Begin at the line containing "References: coordinates are" in the data below and go on through the line containing "encoder; ring winding", repeating each line exactly; include both ends and no other line.

■ Source records
BEGIN
"""Text of GeoJSON coordinates, geometries and features, formatted whole arrays at a time.

References: coordinates are checked against Python's own fixed-point
formatting, ``format(x, ".6f")`` with trailing zeros stripped (the six
decimals RFC 7946 §11.2 advises); geometry objects against the layout of
RFC 7946 §3.1 (positions, rings, Multi* nesting) built here from shapely's
``__geo_interface__``; property members against Python's :mod:`json`
encoder; ring winding against the shoelace formula (RFC 7946 §3.1.6
right-hand rule).
"""

from __future__ import annotations

import json
import math

import geopandas as gpd
import numpy as np
import pandas as pd
import pytest
import shapely

from driftloop.export import geojson as gj


def _reference_number(x: float) -> str:
    """``format(x, '.6f')`` with trailing zeros and point stripped, ``-0`` written ``0``."""
    text = format(x, ".6f").rstrip("0").rstrip(".")
    return "0" if text == "-0" else text


def _edge_values() -> np.ndarray:
    """Values where fixed-point rounding is delicate."""
    rng = np.random.default_rng(7)
    k = rng.integers(-180_000_000, 180_000_000, 20_000).astype(float)
    halves = (k + 0.5) / 1e6  # close to (not exactly at) half a unit in the sixth decimal
    near = np.concatenate([np.nextafter(halves, np.inf), np.nextafter(halves, -np.inf)])
    exact_halves = np.array([0.5, 1.5, 2.5, 0.25, 0.125, 0.0625, 2.0**-21, 3 * 2.0**-21,
                             2.0**-20, 2.0**-7 + 2.0**-21]) * np.array([1e-5] * 5 + [1] * 5)
    special = np.array([0.0, -0.0, 1e-7, -1e-7, 4.9e-7, -4.9e-7, 5e-7, -5e-7, 5.000001e-7,
                        -5.000001e-7, 1e-6, -1e-6, 1.5e-6, 2.5e-6, -2.5e-6, 0.0000015,
                        179.9999995, -179.9999995, 180.0, -180.0, 90.0, -90.0, 1e-300,
                        -1e-300, 5e-324, 123456789.123456, -987654321.9999994,
                        999999999.9999994, 999999999.9999996, 1e9, -1e9, 1e15, 1e20, 1e300,
                        -1e300, 2.0**53, np.nan, np.inf, -np.inf, 0.1, 0.7, 1 / 3, 2 / 3,
                        0.000001499999, 0.0000025000000001])
    return np.concatenate([halves, near, exact_halves, -exact_halves, special])


def _random_values(n: int, seed: int) -> np.ndarray:
    rng = np.random.default_rng(seed)
    bits = rng.integers(0, 2**63, n, dtype=np.int64) * rng.choice([-1, 1], n)
    return np.concatenate([
        rng.uniform(-180.0, 180.0, n),
        np.round(rng.uniform(-180.0, 180.0, n), 6),
        rng.normal(0.0, 1e-5, n),
        10.0 ** rng.uniform(-9.0, 10.0, n) * rng.choice([-1.0, 1.0], n),
        bits.view(np.float64),  # every magnitude, subnormals, NaN and infinities
    ])


@pytest.mark.parametrize("values", [_edge_values(), _random_values(40_000, 1),
                                    _random_values(40_000, 2)], ids=["edges", "random1",
                                                                      "random2"])
def test_vectorised_numbers_equal_pythons_fixed_point_format(values):
    expected = [_reference_number(x) for x in values.tolist()]
    assert gj._number_texts(values) == expected
    assert [gj._number(x) for x in values.tolist()] == expected


def test_number_grid_gives_way_to_text_too_wide_for_it():
    values = np.array([1.5, 1e300, -0.0])
    assert gj._decimal_chars(values) is None
    assert gj._number_texts(values) == ["1.5", _reference_number(1e300), "0"]


def test_number_texts_of_an_empty_array():
    assert gj._number_texts(np.empty(0)) == []


def _positions_reference(coords) -> str:
    return "[" + ",".join(
        f"[{_reference_number(c[0])},{_reference_number(c[1])}]" for c in coords
    ) + "]"


def _geometry_reference(geom) -> str:
    """RFC 7946 §3.1 geometry text from shapely's ``__geo_interface__``."""
    if geom is None:
        return "null"
    data = geom.__geo_interface__
    kind, coords = data["type"], data["coordinates"]
    if kind == "Point":
        text = _positions_reference([coords])[1:-1]
    elif kind in ("LineString", "MultiPoint"):
        text = _positions_reference(coords)
    elif kind in ("Polygon", "MultiLineString"):
        text = "[" + ",".join(_positions_reference(r) for r in coords) + "]"
    else:
        text = "[" + ",".join(
            "[" + ",".join(_positions_reference(r) for r in p) + "]" for p in coords
        ) + "]"
    return f'{{"type":"{kind}","coordinates":{text}}}'


def _sample_geometries(seed: int) -> np.ndarray:
    rng = np.random.default_rng(seed)

    def xy(n):
        return np.column_stack([rng.uniform(-180, 180, n), rng.uniform(-90, 90, n)])

    square = [(0, 0), (10, 0), (10, 10), (0, 10), (0, 0)]
    hole = [(2, 2), (2, 4), (4, 4), (4, 2), (2, 2)]
    geoms = [
        shapely.Point(1.25, -0.5), None, shapely.LineString(xy(5)),
        shapely.Polygon(square, [hole]), shapely.MultiPoint(xy(3)),
        shapely.MultiLineString([xy(2), xy(4)]), shapely.Point(-0.0000001, 179.9999996),
        shapely.MultiPolygon([shapely.Polygon(square, [hole]),
                              shapely.Polygon([(20, 20), (21, 20), (21, 21), (20, 20)])]),
        shapely.LineString(xy(300)), shapely.Point(*xy(1)[0]),
    ]
    return np.array(geoms * 3, dtype=object)


@pytest.mark.parametrize("seed", [0, 1])
def test_geometry_texts_follow_rfc_7946_layout(seed):
    geoms = _sample_geometries(seed)
    texts = gj._geometry_texts(geoms)
    assert texts == [_geometry_reference(g) for g in geoms]
    for text, geom in zip(texts, geoms, strict=True):
        parsed = json.loads(text)
        if geom is None:
            assert parsed is None
        else:
            assert parsed["type"] == geom.geom_type


def test_geometry_texts_refuse_collections():
    collection = shapely.GeometryCollection([shapely.Point(0, 0)])
    with pytest.raises(TypeError, match="GeometryCollection"):
        gj._geometry_texts(np.array([shapely.Point(1, 1), collection], dtype=object))


def test_feature_properties_are_what_the_json_module_writes():
    rng = np.random.default_rng(3)
    n = 50
    layer = gpd.GeoDataFrame({
        "name%s": pd.array([f'd"{k}\\\u00e9\n' if k % 3 else "plain" if k % 7 else None
                            for k in range(n)], dtype="string"),
        "code": pd.array([f"c{k}" if k % 5 else None for k in range(n)], dtype="str"),
        "n": pd.array([k if k % 4 else None for k in range(n)], dtype="Int64"),
        "u": rng.integers(0, 2**63, n, dtype=np.uint64),
        "x": np.where(rng.random(n) < 0.2, np.nan, rng.normal(0, 1e3, n)),
        "k": rng.integers(-5, 5, n),
        "ok": rng.random(n) < 0.5,
        "t": pd.Timestamp("2026-03-01T00:00:00Z") + pd.to_timedelta(rng.integers(0, 10**6, n),
                                                                   unit="s"),
    }, geometry=[shapely.Point(*p) for p in rng.uniform(-50, 50, (n, 2))], crs="EPSG:4326")
    lines, geoms = gj._feature_lines(layer)
    columns = [c for c in layer.columns if c != "geometry"]
    assert gj._feature_list(layer, columns, geoms) == lines  # Python strings, no Arrow
    for line, (_, row) in zip(lines, layer.iterrows(), strict=True):
        props = {
            "name%s": None if pd.isna(row["name%s"]) else row["name%s"],
            "code": None if pd.isna(row["code"]) else row["code"],
            "n": None if pd.isna(row["n"]) else int(row["n"]), "u": int(row["u"]),
            "x": None if math.isnan(row["x"]) else float(row["x"]),
            "k": int(row["k"]), "ok": bool(row["ok"]),
            "t": row["t"].strftime("%Y-%m-%dT%H:%M:%SZ"),
        }
        member = json.dumps(props, ensure_ascii=False, separators=(",", ":"))
        assert f'"properties":{member},' in line
        assert json.loads(line)["properties"] == props


def _signed_area(ring) -> float:
    """Shoelace formula: positive for a counter-clockwise ring."""
    x, y = np.asarray(ring, dtype=float).T
    return 0.5 * float(np.sum(x[:-1] * y[1:] - x[1:] * y[:-1]))


def test_rounded_polygons_follow_the_right_hand_rule():
    clockwise = [(0, 0), (0, 10), (10, 10), (10, 0), (0, 0)]
    hole_ccw = [(2, 2), (4, 2), (4, 4), (2, 4), (2, 2)]
    geoms = np.array([
        shapely.Polygon(clockwise, [hole_ccw]),
        shapely.MultiPolygon([shapely.Polygon(clockwise, [hole_ccw]),
                              shapely.Polygon([(20, 20), (20, 21), (21, 21), (20, 20)])]),
        None,
    ], dtype=object)
    rounded = gj._round_geometries(gj.conform_geometries(geoms))
    for text in gj._geometry_texts(rounded)[:2]:
        coords = json.loads(text)["coordinates"]
        polygons = coords if json.loads(text)["type"] == "MultiPolygon" else [coords]
        for polygon in polygons:
            assert _signed_area(polygon[0]) > 0
            assert all(_signed_area(r) < 0 for r in polygon[1:])
    assert rounded[2] is None


def test_feature_boxes_are_part_bounds_or_cross_the_antimeridian():
    line = shapely.LineString([(10.1234567, -5.5), (12.0, 3.25), (11.0, 1.0)])
    cut = gj.conform_geometry(shapely.LineString([(179.5, 10.0), (-179.5, 11.0)]))
    layer = gpd.GeoDataFrame({"k": [1, 2]}, geometry=[line, cut], crs="EPSG:4326")
    lines, _ = gj._feature_lines(layer)
    boxes = [json.loads(t)["bbox"] for t in lines]
    assert boxes[0] == [10.123457, -5.5, 12.0, 3.25]  # shapely bounds rounded to 1e-6
    assert boxes[1] == [179.5, 10.0, -179.5, 11.0]  # RFC 7946 §5.2: west > east


def test_geometries_conformed_together_are_those_conformed_one_by_one():
    rng = np.random.default_rng(11)
    geoms = [
        shapely.LineString([(179.5, 10.0), (-179.5, 11.0)]),  # crosses: cut (RFC 7946 §3.1.9)
        shapely.LineString([(10.0, 1.0), (11.0, 2.0), (12.0, 1.5)]),
        shapely.LineString([(181.0, 1.0), (182.0, 2.0)]),  # wrapped into [-180, 180]
        shapely.LineString([(1.0, 1.0, 5.0), (2.0, 2.0, 6.0)]),  # 3-D: written 2-D
        shapely.LineString([(-90.0, 0.0), (89.9999995, 0.0)]),  # nearly 180 degrees apart
        shapely.Polygon([(0, 0), (0, 10), (10, 10), (10, 0), (0, 0)]),  # clockwise
        shapely.Polygon([(0, 0), (10, 0), (10, 10), (0, 0)], [[(6, 2), (8, 2), (8, 4), (6, 2)]]),
        shapely.Polygon([(179.0, 0.0), (-179.0, 0.0), (-179.0, 1.0), (179.0, 1.0),
                         (179.0, 0.0)]),  # crosses the antimeridian
        shapely.MultiLineString([[(0, 0), (1, 1)], [(2, 2), (3, 1)]]),
        shapely.Point(200.0, 5.0), None, shapely.LineString(),
        *[shapely.LineString(np.column_stack([rng.uniform(-180, 180, 6), rng.uniform(-80, 80, 6)]))
          for _ in range(20)],
    ]
    array = np.empty(len(geoms), dtype=object)
    array[:] = geoms
    together = gj.conform_geometries(array)
    one_by_one = [gj.conform_geometry(g) for g in geoms]
    assert [None if g is None else g.wkb for g in together] == \
        [None if g is None else g.wkb for g in one_by_one]
    for geom in together:
        if geom is None:
            continue
        lon = shapely.get_coordinates(geom)[:, 0]
        assert ((lon >= -180.0) & (lon <= 180.0)).all()
        assert not shapely.has_z(geom)
    assert together[0].geom_type == "MultiLineString"
    assert _signed_area(shapely.get_coordinates(together[5])) > 0


def test_points_are_rounded_to_the_grid_as_geos_set_precision_does():
    rng = np.random.default_rng(5)
    n = 100_000
    k = rng.integers(-180_000_000, 180_000_000, n).astype(float)
    halves = (k + 0.5) / 1e6
    near = np.concatenate([halves + d * np.spacing(halves) for d in range(-3, 4)])
    near = near[near * 1e6 == np.floor(near * 1e6) + 0.5]  # products exactly at a half
    x = np.concatenate([rng.uniform(-180, 180, n), rng.normal(0, 1e-5, n), near, -near,
                        [0.0, -0.0, -1e-7, 4e-7, -5e-7, 180.0, -180.0]])
    y = rng.permutation(np.resize(x, x.size))
    geoms = shapely.points(x, y)
    geos = shapely.get_coordinates(shapely.set_precision(geoms, 1e-6))  # the reference
    ours = shapely.get_coordinates(gj._round_geometries(geoms))
    assert near.size > 1000
    assert np.array_equal(ours.view(np.int64), geos.view(np.int64))  # bit for bit, -0.0 too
END
■ The answer
References: coordinates are checked against Python's own fixed-point
formatting, ``format(x, ".6f")`` with trailing zeros stripped (the six
decimals RFC 7946 §11.2 advises); geometry objects against the layout of
RFC 7946 §3.1 (positions, rings, Multi* nesting) built here from shapely's
``__geo_interface__``; property members against Python's :mod:`json`
encoder; ring winding against the shoelace formula (RFC 7946 §3.1.6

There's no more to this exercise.